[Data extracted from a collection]
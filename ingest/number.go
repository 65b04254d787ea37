package ingest

import (
	"math"
	"strconv"
	"strings"
)

// cellKind says what a cell of a number column holds.
type cellKind uint8

const (
	isNumber   cellKind = iota
	isEmpty             // nothing
	isOverload          // a mark of overload, NaN or an infinity
	isText              // anything else
)

// overload is the number that instruments write for a reading out of range
// (9.9E37, IEEE 488.2 and SCPI); whatever is as large is taken for it.
const overload = 9.9e36

// parseNumber reads a cell. The common case, a plain decimal number, costs one
// strconv.ParseFloat.
func parseNumber(s string, decimal byte) (float64, cellKind) {
	if s == "" {
		return 0, isEmpty
	}
	if decimal == ',' {
		t, ok := pointForComma(s)
		if !ok {
			return 0, isText
		}
		s = t
	}
	if c := s[0]; '0' <= c && c <= '9' || c == '-' || c == '+' || c == '.' {
		// Hexadecimal numbers and underscores are not what meters write.
		if v, err := strconv.ParseFloat(s, 64); err == nil {
			if math.Abs(v) < overload && !isHex(s) {
				return v, isNumber
			}
			if isHex(s) {
				return 0, isText
			}
			return 0, isOverload
		}
	}
	return parseOdd(s)
}

func isHex(s string) bool {
	for i := 0; i < len(s) && i < 3; i++ {
		if s[i] == 'x' || s[i] == 'X' {
			return true
		}
	}
	return false
}

// parseOdd reads what ParseFloat refuses: marks, a Unicode minus, a blank
// behind the sign, a Fortran exponent.
func parseOdd(s string) (float64, cellKind) {
	if isMark(s) {
		return 0, isOverload
	}
	t := strings.Replace(s, "\u2212", "-", 2)
	if len(t) > 2 && (t[0] == '+' || t[0] == '-') && t[1] == ' ' {
		t = t[:1] + strings.TrimLeft(t[1:], " ")
	}
	if i := strings.IndexAny(t, "Dd"); i > 0 && i+1 < len(t) {
		t = t[:i] + "e" + t[i+1:]
	}
	if t == s || isHex(t) {
		if v, err := strconv.ParseFloat(s, 64); err != nil && math.IsInf(v, 0) {
			return 0, isOverload // out of range
		}
		return 0, isText
	}
	v, err := strconv.ParseFloat(t, 64)
	switch {
	case err != nil && !math.IsInf(v, 0), math.IsNaN(v):
		return 0, isText
	case !(math.Abs(v) < overload):
		return 0, isOverload
	}
	return v, isNumber
}

// marks of a missing or overloaded reading, besides rows of - * ? and #.
// Common practice, no source.
var marks = []string{
	"OL", "O.L", "0L", "OF", "OVL", "OVLD", "OVER", "OVERLOAD", "OVERFLOW", "OUT", "UL", "UNDER",
	"NAN", "INF", "INFINITY", "∞", "N/A", "NA", "#N/A", "NULL", "NONE", "INVALID", "#DIV/0!", "#NUM!", "#VALUE!",
	"1.#INF", "1.#IND", "1.#QNAN",
}

func isMark(s string) bool {
	t := strings.Trim(s, " .")
	if t == "" {
		return false
	}
	if c := t[0]; c|0x20-'a' >= 26 && (strings.Trim(t, "-") == "" || strings.Trim(t, "*") == "" || strings.Trim(t, "?") == "" || strings.Trim(t, "#") == "" || strings.Trim(t, "—–") == "") {
		return true
	}
	if t = strings.TrimLeft(t, "+-"); len(t) > len("OVERFLOW") {
		return false
	}
	for _, m := range marks {
		if strings.EqualFold(t, m) {
			return true
		}
	}
	return false
}

// pointForComma writes a number with a decimal comma with a decimal point. A
// number that has a point already, or two commas, is refused: in a file with
// decimal commas "1.000" may be one or one thousand.
func pointForComma(s string) (string, bool) {
	i := strings.IndexByte(s, ',')
	if i < 0 {
		if j := strings.IndexByte(s, '.'); j >= 0 && !isMark(s) {
			return s, false
		}
		return s, true
	}
	if strings.IndexByte(s[i+1:], ',') >= 0 || strings.IndexByte(s, '.') >= 0 {
		return s, false
	}
	return s[:i] + "." + s[i+1:], true
}

// looksNumber is a quick test without the value, for the choice of the
// delimiter: a decimal number, or a mark.
func looksNumber(s string, decimal byte) bool {
	if s == "" {
		return false
	}
	i := 0
	if s[0] == '+' || s[0] == '-' {
		i++
	}
	digits, points := 0, 0
	for ; i < len(s); i++ {
		c := s[i]
		if '0' <= c && c <= '9' {
			digits++
			continue
		}
		if c == decimal {
			points++
			// A trailing comma is a delimiter.
			if points > 1 || c == ',' && (i+1 == len(s) || s[i+1] < '0' || s[i+1] > '9') {
				return false
			}
			continue
		}
		break
	}
	if i == len(s) {
		return digits > 0
	}
	if digits == 0 {
		return isMark(s)
	}
	if s[i] == 'e' || s[i] == 'E' {
		_, err := strconv.Atoi(s[i+1:])
		return err == nil
	}
	// A prefix or unit may follow, or the imaginary part.
	rest := s[i:]
	return len(rest) <= 4 && !strings.ContainsAny(rest, ",;\t|") && (rest[0] < '0' || rest[0] > '9') && rest[0] != '.' ||
		rest[0] == '+' || rest[0] == '-'
}

// thousands reports whether a text with commas could be a number grouped in
// thousands: 1,000 or 12,345,678.
func thousands(s string) bool {
	s = strings.TrimLeft(s, "+-")
	groups := strings.Split(s, ",")
	if len(groups) < 2 || len(groups[0]) == 0 || len(groups[0]) > 3 || groups[0][0] == '0' {
		return false
	}
	for i, g := range groups {
		if i > 0 && len(g) != 3 {
			return false
		}
		for j := 0; j < len(g); j++ {
			if g[j] < '0' || g[j] > '9' {
				return false
			}
		}
	}
	return true
}

// parseComplex reads 1.2-3.4j, 1.2 - j3.4, 1.2-3.4i, (1.2-3.4j) or 5j.
func parseComplex(s string) (complex128, bool) {
	if !strings.ContainsAny(s, "ijIJ") {
		return 0, false
	}
	s = strings.TrimSuffix(strings.TrimPrefix(strings.TrimSpace(s), "("), ")")
	s = strings.ReplaceAll(strings.ReplaceAll(s, " ", ""), "\u2212", "-")
	if s == "" {
		return 0, false
	}
	// The sign between the parts: the last one that is not in an exponent.
	cut := -1
	for i := len(s) - 1; i > 0; i-- {
		if (s[i] == '+' || s[i] == '-') && s[i-1] != 'e' && s[i-1] != 'E' {
			cut = i
			break
		}
	}
	if cut < 0 {
		cut = 0
	}
	re, im := s[:cut], s[cut:]
	unit := strings.IndexAny(im, "ijIJ")
	if unit < 0 {
		return 0, false
	}
	im = im[:unit] + im[unit+1:]
	if im == "" || im == "+" || im == "-" {
		im += "1"
	}
	var r float64
	if re != "" {
		var kind cellKind
		if r, kind = parseNumber(re, '.'); kind != isNumber {
			return 0, false
		}
	}
	i, kind := parseNumber(im, '.')
	if kind != isNumber {
		return 0, false
	}
	return complex(r, i), true
}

• Problem details:
Give all of the entries again, word for word.

• Solution:
filename ingest/number.go
repository 65b04254d787ea37
package ingest

import (
	"math"
	"strconv"
	"strings"
)

// cellKind says what a cell of a number column holds.
type cellKind uint8

const (
	isNumber   cellKind = iota
	isEmpty             // nothing
	isOverload          // a mark of overload, NaN or an infinity
	isText              // anything else
)

// overload is the number that instruments write for a reading out of range
// (9.9E37, IEEE 488.2 and SCPI); whatever is as large is taken for it.
const overload = 9.9e36

// parseNumber reads a cell. The common case, a plain decimal number, costs one
// strconv.ParseFloat.
func parseNumber(s string, decimal byte) (float64, cellKind) {
	if s == "" {
		return 0, isEmpty
	}
	if decimal == ',' {
		t, ok := pointForComma(s)
		if !ok {
			return 0, isText
		}
		s = t
	}
	if c := s[0]; '0' <= c && c <= '9' || c == '-' || c == '+' || c == '.' {
		// Hexadecimal numbers and underscores are not what meters write.
		if v, err := strconv.ParseFloat(s, 64); err == nil {
			if math.Abs(v) < overload && !isHex(s) {
				return v, isNumber
			}
			if isHex(s) {
				return 0, isText
			}
			return 0, isOverload
		}
	}
	return parseOdd(s)
}

func isHex(s string) bool {
	for i := 0; i < len(s) && i < 3; i++ {
		if s[i] == 'x' || s[i] == 'X' {
			return true
		}
	}
	return false
}

// parseOdd reads what ParseFloat refuses: marks, a Unicode minus, a blank
// behind the sign, a Fortran exponent.
func parseOdd(s string) (float64, cellKind) {
	if isMark(s) {
		return 0, isOverload
	}
	t := strings.Replace(s, "\u2212", "-", 2)
	if len(t) > 2 && (t[0] == '+' || t[0] == '-') && t[1] == ' ' {
		t = t[:1] + strings.TrimLeft(t[1:], " ")
	}
	if i := strings.IndexAny(t, "Dd"); i > 0 && i+1 < len(t) {
		t = t[:i] + "e" + t[i+1:]
	}
	if t == s || isHex(t) {
		if v, err := strconv.ParseFloat(s, 64); err != nil && math.IsInf(v, 0) {
			return 0, isOverload // out of range
		}
		return 0, isText
	}
	v, err := strconv.ParseFloat(t, 64)
	switch {
	case err != nil && !math.IsInf(v, 0), math.IsNaN(v):
		return 0, isText
	case !(math.Abs(v) < overload):
		return 0, isOverload
	}
	return v, isNumber
}

// marks of a missing or overloaded reading, besides rows of - * ? and #.
// Common practice, no source.
var marks = []string{
	"OL", "O.L", "0L", "OF", "OVL", "OVLD", "OVER", "OVERLOAD", "OVERFLOW", "OUT", "UL", "UNDER",
	"NAN", "INF", "INFINITY", "∞", "N/A", "NA", "#N/A", "NULL", "NONE", "INVALID", "#DIV/0!", "#NUM!", "#VALUE!",
	"1.#INF", "1.#IND", "1.#QNAN",
}

func isMark(s string) bool {
	t := strings.Trim(s, " .")
	if t == "" {
		return false
	}
	if c := t[0]; c|0x20-'a' >= 26 && (strings.Trim(t, "-") == "" || strings.Trim(t, "*") == "" || strings.Trim(t, "?") == "" || strings.Trim(t, "#") == "" || strings.Trim(t, "—–") == "") {
		return true
	}
	if t = strings.TrimLeft(t, "+-"); len(t) > len("OVERFLOW") {
		return false
	}
	for _, m := range marks {
		if strings.EqualFold(t, m) {
			return true
		}
	}
	return false
}

// pointForComma writes a number with a decimal comma with a decimal point. A
// number that has a point already, or two commas, is refused: in a file with
// decimal commas "1.000" may be one or one thousand.
func pointForComma(s string) (string, bool) {
	i := strings.IndexByte(s, ',')
	if i < 0 {
		if j := strings.IndexByte(s, '.'); j >= 0 && !isMark(s) {
			return s, false
		}
		return s, true
	}
	if strings.IndexByte(s[i+1:], ',') >= 0 || strings.IndexByte(s, '.') >= 0 {
		return s, false
	}
	return s[:i] + "." + s[i+1:], true
}

// looksNumber is a quick test without the value, for the choice of the
// delimiter: a decimal number, or a mark.
func looksNumber(s string, decimal byte) bool {
	if s == "" {
		return false
	}
	i := 0
	if s[0] == '+' || s[0] == '-' {
		i++
	}
	digits, points := 0, 0
	for ; i < len(s); i++ {
		c := s[i]
		if '0' <= c && c <= '9' {
			digits++
			continue
		}
		if c == decimal {
			points++
			// A trailing comma is a delimiter.
			if points > 1 || c == ',' && (i+1 == len(s) || s[i+1] < '0' || s[i+1] > '9') {
				return false
			}
			continue
		}
		break
	}
	if i == len(s) {
		return digits > 0
	}
	if digits == 0 {
		return isMark(s)
	}
	if s[i] == 'e' || s[i] == 'E' {
		_, err := strconv.Atoi(s[i+1:])
		return err == nil
	}
	// A prefix or unit may follow, or the imaginary part.
	rest := s[i:]
	return len(rest) <= 4 && !strings.ContainsAny(rest, ",;\t|") && (rest[0] < '0' || rest[0] > '9') && rest[0] != '.' ||
		rest[0] == '+' || rest[0] == '-'
}

// thousands reports whether a text with commas could be a number grouped in
// thousands: 1,000 or 12,345,678.
func thousands(s string) bool {
	s = strings.TrimLeft(s, "+-")
	groups := strings.Split(s, ",")
	if len(groups) < 2 || len(groups[0]) == 0 || len(groups[0]) > 3 || groups[0][0] == '0' {
		return false
	}
	for i, g := range groups {
		if i > 0 && len(g) != 3 {
			return false
		}
		for j := 0; j < len(g); j++ {
			if g[j] < '0' || g[j] > '9' {
				return false
			}
		}
	}
	return true
}

// parseComplex reads 1.2-3.4j, 1.2 - j3.4, 1.2-3.4i, (1.2-3.4j) or 5j.
func parseComplex(s string) (complex128, bool) {
	if !strings.ContainsAny(s, "ijIJ") {
		return 0, false
	}
	s = strings.TrimSuffix(strings.TrimPrefix(strings.TrimSpace(s), "("), ")")
	s = strings.ReplaceAll(strings.ReplaceAll(s, " ", ""), "\u2212", "-")
	if s == "" {
		return 0, false
	}
	// The sign between the parts: the last one that is not in an exponent.
	cut := -1
	for i := len(s) - 1; i > 0; i-- {
		if (s[i] == '+' || s[i] == '-') && s[i-1] != 'e' && s[i-1] != 'E' {
			cut = i
			break
		}
	}
	if cut < 0 {
		cut = 0
	}
	re, im := s[:cut], s[cut:]
	unit := strings.IndexAny(im, "ijIJ")
	if unit < 0 {
		return 0, false
	}
	im = im[:unit] + im[unit+1:]
	if im == "" || im == "+" || im == "-" {
		im += "1"
	}
	var r float64
	if re != "" {
		var kind cellKind
		if r, kind = parseNumber(re, '.'); kind != isNumber {
			return 0, false
		}
	}
	i, kind := parseNumber(im, '.')
	if kind != isNumber {
		return 0, false
	}
	return complex(r, i), true
}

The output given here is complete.